Would see a pro before touching the shaft. The 9i distance is down a good bit aswell


----------



## SocketRocket (Sep 3, 2012)

Dont worry too much, those distances are what most people actually hit anyway.   Most golfers talk tosh when it comes to how far they hit the ball.


----------



## RGDave (Sep 3, 2012)

SocketRocket said:



			Dont worry too much, those distances are what most people actually hit anyway.   Most golfers talk tosh when it comes to how far they hit the ball.
		
Click to expand...

I'd like to agree, but I feel those numbers are down. Not so much the 9i, but certainly the driver....

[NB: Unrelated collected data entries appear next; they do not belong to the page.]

"""The benchmark's hand-written baseline computes the same cycles as orcscreen's engine.

bench_baseline.py reports a speed-up and a net-power difference against
``benchmarks/baseline.py``; that comparison is honest only if the baseline is the same model.
Here both evaluate the same fixed cycles (same fluid, layout, evaporation temperature, settings)
and must agree on the net power within 0.1 % (the baseline's 50-segment profiles and orcscreen's
discretised profiles place their points differently), on the condensing temperature within
0.01 K and on the feasibility verdict.

Reference: the baseline takes every property from CoolProp's high-level PropsSI interface
(Bell et al., Ind. Eng. Chem. Res. 53 (2014) 2498; a general-purpose library from PyPI), not
from orcscreen's property layer (low-level states, phase-imposed flashes, tabulated water), and
checks the pinches on its own 51-point profiles. The operating points are invented.
"""

import importlib.util
import sys
from pathlib import Path

import pytest

from orcscreen import fluids
from orcscreen.api import case_context
from orcscreen.cycles import LAYOUTS
from orcscreen.study import study_from_dict

BENCH = Path(__file__).resolve().parent.parent / "benchmarks"


def _load_baseline():
    spec = importlib.util.spec_from_file_location("orcscreen_bench_baseline", BENCH / "baseline.py")
    module = importlib.util.module_from_spec(spec)
    sys.modules[spec.name] = module
    spec.loader.exec_module(module)
    return module


baseline = _load_baseline()

SCENARIO = {
    "source": {"kind": "water", "inlet_temperature_C": 125.0, "mass_flow_kg_s": 10.0, "pressure_bar": 6.0},
    "sink": {"kind": "water", "inlet_temperature_C": 18.0, "temperature_rise_K": 8.0},
    "exchangers": {"pinch_evaporator_K": 8.0, "pinch_condenser_K": 5.0},
    "machines": {"turbine_model": "constant", "turbine_efficiency": 0.8, "pump_efficiency": 0.65, "generator_efficiency": 0.95},
}


def _case(fluid, layout, superheat_K=0.0, min_outlet_C=None):
    d = {k: dict(v) for k, v in SCENARIO.items()}
    d["fluids"] = {"include": [fluid]}
    d["cycle"] = {"layouts": [layout], "superheat_K": superheat_K}
    if min_outlet_C is not None:
        d["source"]["min_outlet_temperature_C"] = min_outlet_C
    (case,) = list(study_from_dict(d).cases())
    return case


def _both(case, T_evap_C):
    info = fluids.get_info(case.fluid)
    T = T_evap_C + 273.15
    r = LAYOUTS[case.layout].evaluate(case_context(case, info), {"evaporation_temperature_K": T}, exact=True)
    b = baseline.evaluate(baseline.inputs_from_case(case.as_dict(), info.coolprop_name, info.max_temperature_C), T)
    return r, b


@pytest.mark.parametrize(
    "fluid, layout, T_evap_C, superheat_K, min_outlet_C",
    [
        ("R245fa", "basic", 85.0, 0.0, None),  # bubble-point pinch, dry fluid
        ("n-Pentane", "recuperated", 80.0, 0.0, None),  # recuperator active
        ("IsoButane", "basic", 78.0, 6.0, None),  # superheater zone
        ("R1233zd(E)", "recuperated", 90.0, 0.0, 90.0),  # source outlet limit sets the flow
        ("R134a", "basic", 60.0, 0.0, None),  # wet-ish fluid, feasible expansion
    ],
)
def test_baseline_agrees_with_engine_on_fixed_cycles(fluid, layout, T_evap_C, superheat_K, min_outlet_C):
    r, b = _both(_case(fluid, layout, superheat_K, min_outlet_C), T_evap_C)
    assert r.ok and b.ok, (r.reason, b.reason)
    assert b.W_net_W == pytest.approx(r.W_net_W, rel=1e-3)
    assert b.T_cond_K == pytest.approx(r.T_cond_K, abs=0.01)
    assert b.m_wf_kg_s == pytest.approx(r.m_wf_kg_s, rel=1e-3)
    if layout == "recuperated":
        assert b.Q_rec_W == pytest.approx(r.Q_rec_W, rel=1e-3)
    if min_outlet_C is not None:
        assert r.pinch_location == "source outlet limit" and b.limit == "source outlet limit"


def test_baseline_and_engine_agree_on_a_wet_expansion():
    # Propylene from saturated vapour at 83 °C expands into the two-phase region below x = 0.9
    # (a wet fluid: its saturated-vapour line has a negative slope, common practice).
    r, b = _both(_case("Propylene", "basic"), 83.0)
    assert not r.ok and not b.ok
    assert r.limit == b.limit == "turbine outlet quality"


def test_zone_points_put_the_saturation_corners_on_the_grid():
    h = baseline.zone_points([0.0, 30.0, 230.0, 250.0])
    assert len(h) == baseline.N_SEGMENTS + 1
    assert 30.0 in h and 230.0 in h
    assert h[0] == 0.0 and h[-1] == 250.0
    assert all(b > a for a, b in zip(h[:-1], h[1:]))
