"""Test-session settings: orcscreen's on-disk cache goes to a fresh folder of this session, so
the suite never reads or writes the user's cache and always exercises the computing path once."""

import os
import tempfile

from orcscreen.constants_cache import CACHE_DIR_ENV

os.environ[CACHE_DIR_ENV] = tempfile.mkdtemp(prefix="orcscreen-test-cache-")
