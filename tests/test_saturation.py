"""Saturation from the superancillary curves evaluated by orcscreen (orcscreen.properties) and
the on-disk cache of catalogue constants (orcscreen.constants_cache).

References: CoolProp's own iterative phase-equilibrium solver (``Fluid.sat_T_solved`` /
``T_sat_solved_K`` call CoolProp's QT and PQ flashes, which solve the equal-pressure,
equal-Gibbs-energy conditions of the equation of state iteratively, an algorithm independent of
the Chebyshev curves), and CoolProp 8 itself imported the default way, with its superancillaries
built, in a separate process. Steam-table values are checked in test_cycle.py (IAPWS-IF97 via the
``iapws`` package) and critical points against published tables in test_fluids.py.
"""

from __future__ import annotations

import json
import math
import os
import subprocess
import sys

import pytest

from orcscreen import fluids as F
from orcscreen import properties as P
from orcscreen.constants_cache import CACHE_DIR_ENV, ConstantsCache

CATALOGUE_NAMES = sorted({i.coolprop_name for i in F.load_catalogue()})
REDUCED_T = (0.45, 0.6, 0.75, 0.9, 0.97)


def _with_curves(names):
    return [n for n in names if P.get_fluid(n)._saturation_curves() is not None]


def test_most_catalogue_fluids_have_curves():
    """CoolProp 8 ships superancillaries for its pure fluids (CoolProp documentation,
    "Superancillaries"); only pseudo-pure mixtures lack them."""
    missing = sorted(set(CATALOGUE_NAMES) - set(_with_curves(CATALOGUE_NAMES)))
    assert len(missing) <= 6, missing


@pytest.mark.parametrize("name", _with_curves(CATALOGUE_NAMES))
def test_saturation_from_curves_matches_coolprops_iterative_solver(name):
    """p, h', h'', s', s'', v', v'' from the curves agree with CoolProp's iterative VLE solution
    to 1e-8 relative (1e-3 J/kg, 1e-6 J/(kg K) absolute near zero) across the two-phase range;
    the pressure to 5e-7 below T_r = 0.5, where it is a few pascals and the two solutions differ
    by up to 1e-7 (both satisfy equal Gibbs energies to the same ~1e-11 relative: checked by
    hand for D5 and R22; the pressure at the liquid density is ill-conditioned there)."""
    fluid = P.get_fluid(name)
    T_lo = fluid.T_min_K + 1.0
    for Tr in REDUCED_T:
        T = max(Tr * fluid.T_crit_K, T_lo)
        fast, ref = fluid.sat_T(T), fluid.sat_T_solved(T)
        assert fast.p_Pa == pytest.approx(ref.p_Pa, rel=1e-8 if Tr >= 0.5 else 5e-7), (name, T)
        for key, floor in (("hL", 1e-3), ("hV", 1e-3), ("sL", 1e-6), ("sV", 1e-6), ("vL", 0.0), ("vV", 0.0)):
            a, b = getattr(fast, key), getattr(ref, key)
            assert a == pytest.approx(b, rel=1e-8, abs=floor), (name, T, key)


@pytest.mark.parametrize("name", ["n-Pentane", "R245fa", "Isobutane", "R1233zd(E)", "Toluene", "MDM", "Water"])
def test_saturation_temperature_inverts_the_pressure_curve(name):
    """T_sat(p_sat(T)) returns T (1e-9 K) and agrees with CoolProp's PQ flash (1e-7 K)."""
    fluid = P.get_fluid(name)
    for Tr in REDUCED_T:
        T = max(Tr * fluid.T_crit_K, fluid.T_min_K + 1.0)
        p = fluid.sat_T(T).p_Pa
        assert fluid.T_sat_K(p) == pytest.approx(T, abs=1e-9), (name, T)
        assert fluid.T_sat_K(p) == pytest.approx(fluid.T_sat_solved_K(p), abs=1e-7), (name, T)


def test_two_phase_state_is_the_lever_rule_between_saturated_states():
    """h, s, v at quality q are the mass-weighted mean of the saturated states (definition of
    quality) and agree with CoolProp's own QT flash (1e-8 relative)."""
    fluid = P.get_fluid("R245fa")
    T = 360.0
    for q in (0.0, 0.3, 1.0):
        st = fluid.state_Tq(T, q)
        AS = fluid._AS
        AS.update(P.CP.QT_INPUTS, q, T)
        assert st.h == pytest.approx(AS.hmass(), rel=1e-8)
        assert st.s == pytest.approx(AS.smass(), rel=1e-8)
        assert st.v == pytest.approx(1.0 / AS.rhomass(), rel=1e-8)
    with pytest.raises(P.PropertyError):
        fluid.state_Tq(T, 1.2)


_PLAIN_COOLPROP = r"""
import json, sys
import CoolProp.CoolProp as CP
out = {}
for name in sys.argv[1:]:
    AS = CP.AbstractState("HEOS", name)
    AS.update(CP.QT_INPUTS, 1.0, 0.8 * AS.T_critical())
    out[name] = [AS.T_critical(), AS.p_critical(), AS.p(), AS.hmass()]
print(json.dumps(out))
"""


def test_critical_point_and_saturation_equal_coolprop_loaded_the_default_way():
    """Critical point and a saturated state equal what CoolProp 8 gives with its own
    superancillaries (imported the default way in a fresh process): the critical point bit for
    bit, the saturated vapour at 0.8 T_c to 1e-12 relative."""
    names = ["n-Pentane", "R245fa", "MDM", "R1234ze(E)", "CycloPropane", "Methanol", "R152A"]
    env = {k: v for k, v in os.environ.items() if k != P._NO_EAGER_SUPERANC_ENV}
    done = subprocess.run([sys.executable, "-c", _PLAIN_COOLPROP, *names], capture_output=True, text=True,
                          env=env, check=True, timeout=120)
    ref = json.loads(done.stdout.strip().splitlines()[-1])
    for name in names:
        fluid = P.get_fluid(name)
        Tc, pc, p_sat, hV = ref[name]
        assert (fluid.T_crit_K, fluid.p_crit_Pa) == (Tc, pc), name
        sat = fluid.sat_T(0.8 * Tc)
        assert sat.p_Pa == pytest.approx(p_sat, rel=1e-12), name
        assert sat.hV == pytest.approx(hV, rel=1e-12), name


def test_import_prints_nothing_and_leaves_the_environment_alone():
    """CoolProp prints a notice on stdout when its eager build is switched off; orcscreen keeps
    stdout clean (``orcscreen schema`` writes JSON there) and removes the variable again."""
    env = {k: v for k, v in os.environ.items() if k != P._NO_EAGER_SUPERANC_ENV}
    code = f"import os, orcscreen.api; print(repr(os.environ.get({P._NO_EAGER_SUPERANC_ENV!r})))"
    done = subprocess.run([sys.executable, "-c", code], capture_output=True, text=True, env=env, check=True, timeout=120)
    assert done.stdout == "None\n"


# -- the on-disk cache --------------------------------------------------------------------
def test_cache_round_trips_floats_exactly_and_survives_a_corrupt_file(tmp_path, monkeypatch):
    """A cached value reads back bit for bit (JSON floats use the shortest round-tripping repr:
    Python documentation, float.__repr__); a corrupt or foreign file is ignored, not fatal."""
    monkeypatch.setenv(CACHE_DIR_ENV, str(tmp_path))
    value = {"T_crit_K": 469.69999987111663, "x": 0.1 + 0.2, "none": None, "text": "dry"}
    calls = []

    def compute():
        calls.append(1)
        return dict(value)

    first = ConstantsCache("probe", "8.0.0-abc")
    assert first.get("Pentane", compute) == value
    first.save()
    second = ConstantsCache("probe", "8.0.0-abc")
    assert second.get("Pentane", compute) == value and len(calls) == 1
    assert ConstantsCache("probe", "8.0.1-def").get("Pentane", compute) == value and len(calls) == 2
    second.path.write_text("{not json", encoding="utf-8")
    assert ConstantsCache("probe", "8.0.0-abc").get("Pentane", compute) == value and len(calls) == 3


def test_cache_in_an_unwritable_place_is_no_error(tmp_path, monkeypatch):
    blocker = tmp_path / "a-file"
    blocker.write_text("x")
    monkeypatch.setenv(CACHE_DIR_ENV, str(blocker / "sub"))  # a folder under a file cannot exist
    cache = ConstantsCache("probe", "b")
    assert cache.get("n", lambda: {"a": 1.5}) == {"a": 1.5}
    cache.save()
    assert not (blocker / "sub").exists()


def test_catalogue_values_from_the_cache_equal_the_computed_ones():
    """The catalogue's equation-of-state columns read from the cache are the computed values."""
    for name in ("R245fa", "n-Pentane", "MDM"):
        cached = F._computed(name)
        fresh = F._compute(name)
        assert set(cached) == set(fresh)
        for key, a in cached.items():
            b = fresh[key]
            assert a == b or (isinstance(a, float) and math.isnan(a) and math.isnan(b)), (name, key)


_PLAIN_FLASH = r"""
import json, sys
import CoolProp.CoolProp as CP
points = json.loads(sys.stdin.read())
out = []
for name, p, y, kind in points:
    try:
        out.append(CP.PropsSI("T", "P", p, kind, y, name))
    except ValueError:
        out.append(None)
print(json.dumps(out))
"""


def test_general_ph_and_ps_flashes_agree_with_coolprop_loaded_the_default_way():
    """state_ph / state_ps without a phase (saturated states from the curves, then the lever
    rule or a phase-imposed solve) give the temperature of CoolProp's own general flash
    (PropsSI, CoolProp imported the default way in a fresh process) to 1e-6 K, from subcooled
    liquid through the two-phase region to superheated vapour; includes R134a at 30 bar, where
    a phase-imposed Newton iteration from the saturated liquid once landed on a spurious root."""
    points, ours = [], []
    for name in ("R134a", "n-Pentane", "R245fa", "n-Hexane"):
        fluid = P.get_fluid(name)
        for p in (0.2 * fluid.p_crit_Pa, 30e5 if name == "R134a" else 0.5 * fluid.p_crit_Pa, 0.8 * fluid.p_crit_Pa):
            sat = fluid.sat_p(p)
            for k in range(13):
                h = sat.hL - 150e3 + k * (sat.hV - sat.hL + 350e3) / 12
                points.append((name, p, h, "H"))
                ours.append(fluid.state_ph(p, h).T_K)
            for k in range(7):
                s = sat.sL - 300.0 + k * (sat.sV - sat.sL + 700.0) / 6
                points.append((name, p, s, "S"))
                ours.append(fluid.state_ps(p, s).T_K)
    env = {k: v for k, v in os.environ.items() if k != P._NO_EAGER_SUPERANC_ENV}
    done = subprocess.run([sys.executable, "-c", _PLAIN_FLASH], input=json.dumps(points), capture_output=True,
                          text=True, env=env, check=True, timeout=300)
    ref = json.loads(done.stdout.strip().splitlines()[-1])
    compared = 0
    for point, T, T_ref in zip(points, ours, ref):
        if T_ref is None:
            continue
        compared += 1
        assert T == pytest.approx(T_ref, abs=1e-6), point
    assert compared >= 0.9 * len(points)


@pytest.mark.parametrize("name", ["CycloHexane", "Neopentane", "CycloPropane"])
def test_a_pressure_floor_below_the_lowest_saturation_pressure_does_not_bind(name):
    """Below the saturation pressure at the equation's lowest temperature (the triple point for
    cyclohexane and neopentane) there is no liquid, so a minimum condensing pressure there is
    no floor: T_sat_floor_K gives T_min_K, while T_sat_K itself refuses the pressure
    (phase-diagram fact, common practice). 0.05 bar is the floor of studies/thermal-oil-loop.toml,
    whose cases with these fluids failed on it once."""
    fluid = P.get_fluid(name)
    p_lowest = fluid.sat_T(fluid.T_min_K).p_Pa
    assert p_lowest > 5000.0
    assert fluid.T_sat_floor_K(5000.0) == fluid.T_min_K
    with pytest.raises(P.PropertyError):
        fluid.T_sat_K(5000.0)
    p = 2.0 * p_lowest
    assert fluid.T_sat_floor_K(p) == fluid.T_sat_K(p) > fluid.T_min_K


def test_a_pressure_limit_below_the_lowest_saturation_pressure_is_infeasible_not_failed():
    """A maximum pressure of 0.5 bar is below the lowest pressure of cyclopropane's equation
    (3.4 bar at 273 K): no evaporation is possible, which is an infeasible case with its reason,
    not a property failure (common practice: a limit that cannot be met is infeasibility)."""
    from orcscreen.api import run_case
    from orcscreen.study import study_from_dict

    raw = {"source": {"kind": "water", "inlet_temperature_C": 160.0, "mass_flow_kg_s": 10.0, "pressure_bar": 10.0},
           "sink": {"kind": "water", "inlet_temperature_C": 20.0, "temperature_rise_K": 8.0},
           "cycle": {"layouts": ["basic"]}, "limits": {"max_pressure_bar": 0.5},
           "fluids": {"include": ["CycloPropane"]}}
    (case,) = list(study_from_dict(raw).cases())
    row = run_case(case)["row"]
    assert row["status"] == "infeasible", row.get("reason")
    assert "max pressure" in row["reason"]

I'm with Homer on 230 (but getting better). 200 is almost certainly improveable quite easily.


----------



## Stub (Sep 3, 2012)

I used to think I hit the ball much further...until I got a Garmin S1 with a 'measure shot' facility! My distances are not untlike yours.


----------



## MadAdey (Sep 3, 2012)

I agree with going to see your pro. Get him to have a look at your swing because it appears you are loosing power somewhere. My mate 'pistol pete' was struggling with a lack of distance at the start of the season, he had only been playing for a year though. But he had a couple of video lessons and he is now hitting the driver around 30 yards further with more accuracy and hitting a 7i instead of a 5i from 150 yards.


----------



## SocketRocket (Sep 3, 2012)

RGDave said:



			I'd like to agree, but I feel those numbers are down. Not so much the 9i, but certainly the driver....

I'm with Homer on 230 (but getting better). 200 is almost certainly improveable quite easily.
		
Click to expand...

I disagree.  Most people I see play dont hit the ball over 200 yards.  They think they do but thinking and doing is a different thing.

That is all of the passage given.